# Rosie's Babies



## lymorelynn (Oct 4, 2008)

Here we are at last  Hope you like them 
Kitten one - green collar was the first born and had put on 11g overnight
Kitten two - orange collar had put on 21g 
A pair of little piglets with all that milk to themselves 



























But they're still fighting over one nipple!


----------



## Dally Banjo (Oct 22, 2009)

:001_wub::001_wub::001_wub::001_wub: they must be both girls then if they are fighting already :lol:


----------



## claire & the gang (Nov 18, 2010)

Purrrrfect...well worth the wait


----------



## buffie (May 31, 2010)

Well worth the wait.They are little cuties :001_wub:Rosie seems to have taken motherhood in her stride,even if she did think about it for a while


----------



## dagny0823 (Oct 20, 2009)

Well, finally!! They are so cute and do look very chunky. Well done Rosie!

I didn't get to the other thread yet to see when she decided to have them--hope you weren't up alllll night


----------



## MCWillow (Aug 26, 2011)

Well worth waiting for - they are beautiful :001_wub: :001_wub: :001_wub: :001_wub:


----------



## Iheartcats (Aug 25, 2011)

So adorabubble :001_wub::001_wub::001_wub::001_wub::001_wub: Love those cute little collars too!


----------



## marleyboo (Oct 24, 2011)

oh theyre so adoreable! tell mummy she looks just beautiful youd have never known shed just given birth! xxx


----------



## carly87 (Feb 11, 2011)

Typical! My three all fought over each other's nipples. Always wanted the one that brother or sister had got hold of, even if the same brother or sister had just given another one up for you a second before!

Congratulations to you.


----------



## sarahecp (Aug 22, 2011)

:001_wub::001_wub::001_wub::001_wub: beautiful . Definatley worth the wait 

Rosie looks a happy proud mum


----------



## Guest (Feb 24, 2012)

They are both stunning, well done Rosie and congrats to the proud grandparents x


----------



## swatton42 (Oct 29, 2011)

What gorgeous little kittens! Mummy's beautiful too obviously.

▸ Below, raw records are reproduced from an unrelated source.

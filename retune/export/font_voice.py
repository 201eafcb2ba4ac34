"""Parts played by a sound font instead of the built-in voice."""

from __future__ import annotations

from collections.abc import Callable
from pathlib import Path

import numpy as np
from numpy.typing import NDArray

from retune.adapters.soundfont import FontNote, render, require_soundfont
from retune.export.midi import VOICE_OOHS
from retune.export.midi_plan import pitch_of
from retune.score.model import Part, PartKind
from retune.tuning.model import TunedNote, TunedScore
from retune.voice.stems import TAIL_SECONDS


def font_stem(font: Path, rate: int) -> Callable[[TunedScore, int], NDArray[np.float32]]:
    """What plays a part through a sound font.

    Raises `OutputError` where the font cannot be read or there is no player for it.
    """
    require_soundfont(font)

    def play(tuned: TunedScore, part: int) -> NDArray[np.float32]:
        """One part, mono, as long as the score and its tail."""
        who = tuned.score.parts[part]
        notes = [_font_note(tuned, one) for one in tuned.notes if one.note.part == part]
        seconds = tuned.seconds(tuned.score.end) + TAIL_SECONDS
        click = who.kind is PartKind.CLICK
        return render(notes, _program(who), seconds, font, rate, percussion=click)

    return play


def _program(part: Part) -> int:
    if part.tuned or part.program is None:
        return VOICE_OOHS if part.tuned else 0
    return part.program


def _font_note(tuned: TunedScore, one: TunedNote) -> FontNote:
    note = one.note
    return FontNote(
        tuned.seconds(note.onset),
        tuned.seconds(note.end),
        note.velocity,
        tuple((tuned.seconds(s.onset), pitch_of(tuned, one, s)) for s in one.segments),
    )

I hope you don't mind me being nosey but what do you use for the collars on the kittens? As I have said before in a few years time I want to open a private rescue and having a pregnant cat come in is always going to be a possibility. Doing as much research as I can now.


----------



## colliemerles (Nov 2, 2007)

_congratulations, they are just adorable._


----------



## K337 (May 20, 2011)

Awww they are both gorgeous! Well done Rosie!
Freckle came to investigate and meowed very loudly at the screen  I think that translates to well done


----------



## sharon_gurney (Jan 27, 2010)

Have I missed the thread "kittens arrived"?
When were they born?

Siamese babies dont you just love em what a pair of cuties.

That it you gone and done it now..... I WANT KITTIES

Ive had a mating this week with Vogue so fingers crossed my kitties will be on their way in the near future


----------



## PetloverJo (Nov 4, 2011)

Congratulations they both look lovely and so does mummy. xxx


----------



## spid (Nov 4, 2008)

So sweet


----------



## lymorelynn (Oct 4, 2008)

swatton42 said:


> What gorgeous little kittens! Mummy's beautiful too obviously.
> 
> I hope you don't mind me being nosey but what do you use for the collars on the kittens? As I have said before in a few years time I want to open a private rescue and having a pregnant cat come in is always going to be a possibility. Doing as much research as I can now.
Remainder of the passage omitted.